As you age, factors such as changes to your immune system and the development of chronic conditions can increase your risk of infections.

In addition, some medications for Crohn’s disease are from a class of drugs called immunomodulators. These drugs work by suppressing the immune system, which can increase the risk of bacterial, fungal, and viral infections.

Here are a few ways to minimize your risk of infections:

  • Stay up to date on vaccinations and immunizations, especially before traveling.
  • Wash your hands well before preparing or eating food. Don’t share from the same plate or utensils.
  • Clean and bandage minor wounds. Get medical care for major wounds or bites.
  • Try to avoid close contact with people who have symptoms of respiratory infection, such as coughing, sneezing, and wheezing.

See a doctor if you have signs of infection, such as fever, vomiting, or swollen lymph nodes.

Living with Crohn’s disease can be challenging. People with IBD have higher rates of anxiety and depression symptoms than the general population. Social isolation can also be a problem.

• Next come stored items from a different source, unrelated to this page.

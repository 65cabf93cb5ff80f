"""Plans in stages, against an inspector who meets every possible lot, published values and fifty digits."""

from __future__ import annotations

import math
import random
from fractions import Fraction

import accuracy
import inspectors
import mpmath
import numpy as np
import published
import pytest
from hypothesis import assume, given
from hypothesis import strategies as st

import steelyard.core.kinds  # noqa: F401 - registers every kind
from steelyard.core.errors import InvalidValue, NoAnswer
from steelyard.core.evidence import decide, limit, p_value
from steelyard.core.kind import kind_of
from steelyard.core.numbers import typed
from steelyard.core.outgoing import average_sample, endings
from steelyard.core.plan import Plan
from steelyard.core.questions import acceptance, critical, power, region, size
from steelyard.core.rates import rate_for
from steelyard.core.review import check, sentences
from steelyard.core.stages import STOPS
from steelyard.core.text import read_plan, write_plan

DOUBLE = "binomial | stages 50 then 50 | accept 1 then 4 | reject 4 then 5 | claim p<=0.02"
MULTIPLE = "binomial | stages 20 then 20 then 20 | accept none then 1 then 3 | reject 3 then 4 then 4"
UNITS = "poisson | stages 12.5 then 25 | accept 1 then 4 | reject 4 then 5 | stop on-reject | claim rate<=0.1"
LOT = (
    "hypergeometric | lot 80 | stages 20 then 20 | accept 0 then 1 | reject 2 then 2 | claim D<=1 | alpha 0.1"
)


@pytest.mark.parametrize(
    "text",
    [
        DOUBLE, MULTIPLE, UNITS, LOT,
        "binomial | stages 10 then 19 | accept 1 then 5 | reject none then 6 | stop on-decision",
        "binomial | stages 50 | accept 3 | reject 4 | stop on-reject | claim p<=0.02 | alpha 0.05",
        "poisson | stages 0.5 | accept 0 | reject 1",
    ],
)  # fmt: skip
def test_canonical_texts_are_written_back_as_they_are(text: str) -> None:
    assert write_plan(read_plan(text)) == text
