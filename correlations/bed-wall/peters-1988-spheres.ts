import { published } from '../published.ts';

export const peters1988Spheres = published({
  id: 'peters-1988-spheres',
  authors: 'Peters, Schiffino and Harriott',
  year: 1988,
  title: 'Wall film of a tube packed with spheres',
  family: 'bed-wall',
  transfer: 'heat',
  average: 'mean',
  reads: 'mean line',
  form: 'Nu = C * (particle_diameter / vessel_diameter)^m * Re^a * Pr^b',
  values: { C: 4.9, m: 0.26, a: 0.45, b: 1 / 3 },
  groups: { Nu: 'Nu@particle', Re: 'Re@particle', Pr: 'Pr', particle_diameter: 'particle_diameter', vessel_diameter: 'vessel_diameter' },
  limits: ['200 <= Re <= 8000', '3 <= vessel_diameter / particle_diameter <= 11'],
  accuracy: 'not stated',
  source: 'P. E. Peters, R. S. Schiffino, P. Harriott, Ind. Eng. Chem. Res. 27 (1988) 226-233, doi 10.1021/ie00074a003',
  where: 'spheres',
  constantsFrom: 'page read',
  use: 'Film at the wall beside an effective conductivity of the bed. Another page begins at Re 800.',
  analogy: false,
  printed: [
    {
      kind: 'constants on a page',
      at: { Re: 900, Pr: 0.7, particle_diameter: 0.006, vessel_diameter: 0.05 },
      value: 53.525206,
      tolerance: 0.00011,
      source: 'open reference on wall coefficients of fixed beds (in Chinese), table of correlations',
      where: '4.9 (d_p/D)^0.26 Pr^(1/3) Re^0.45, evaluated at this point',
    },
  ],
});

Here are some steps you can take to get the support you need:

  • Educate the people closest to you about Crohn’s disease and your specific needs. Let them know how and when they can help.
  • Seek out local and online support groups, such as Crohn’s and Colitis Foundation, for people with IBD or other chronic conditions.
  • Plan ahead for social outings. Ask for any special accommodations in advance. Scope out bathrooms so you don’t waste time in an emergency. Make a plan: know what you’ll do if you don’t feel well.
  • Consider seeing a therapist for symptoms of anxiety or depression.
  • If you need help with everyday tasks, ask your doctor about assistive care options.

As you age, taking care of Crohn’s disease can get a bit more complicated. That’s because you’re more likely to have other health conditions and medications to manage. Coordinating care among doctors can help. So can ensuring good nutrition and hydration, as well as seeking out help when you need it.

There are more things to consider as you age, but a healthy lifestyle and keeping up with regular medical care can keep you on the right track.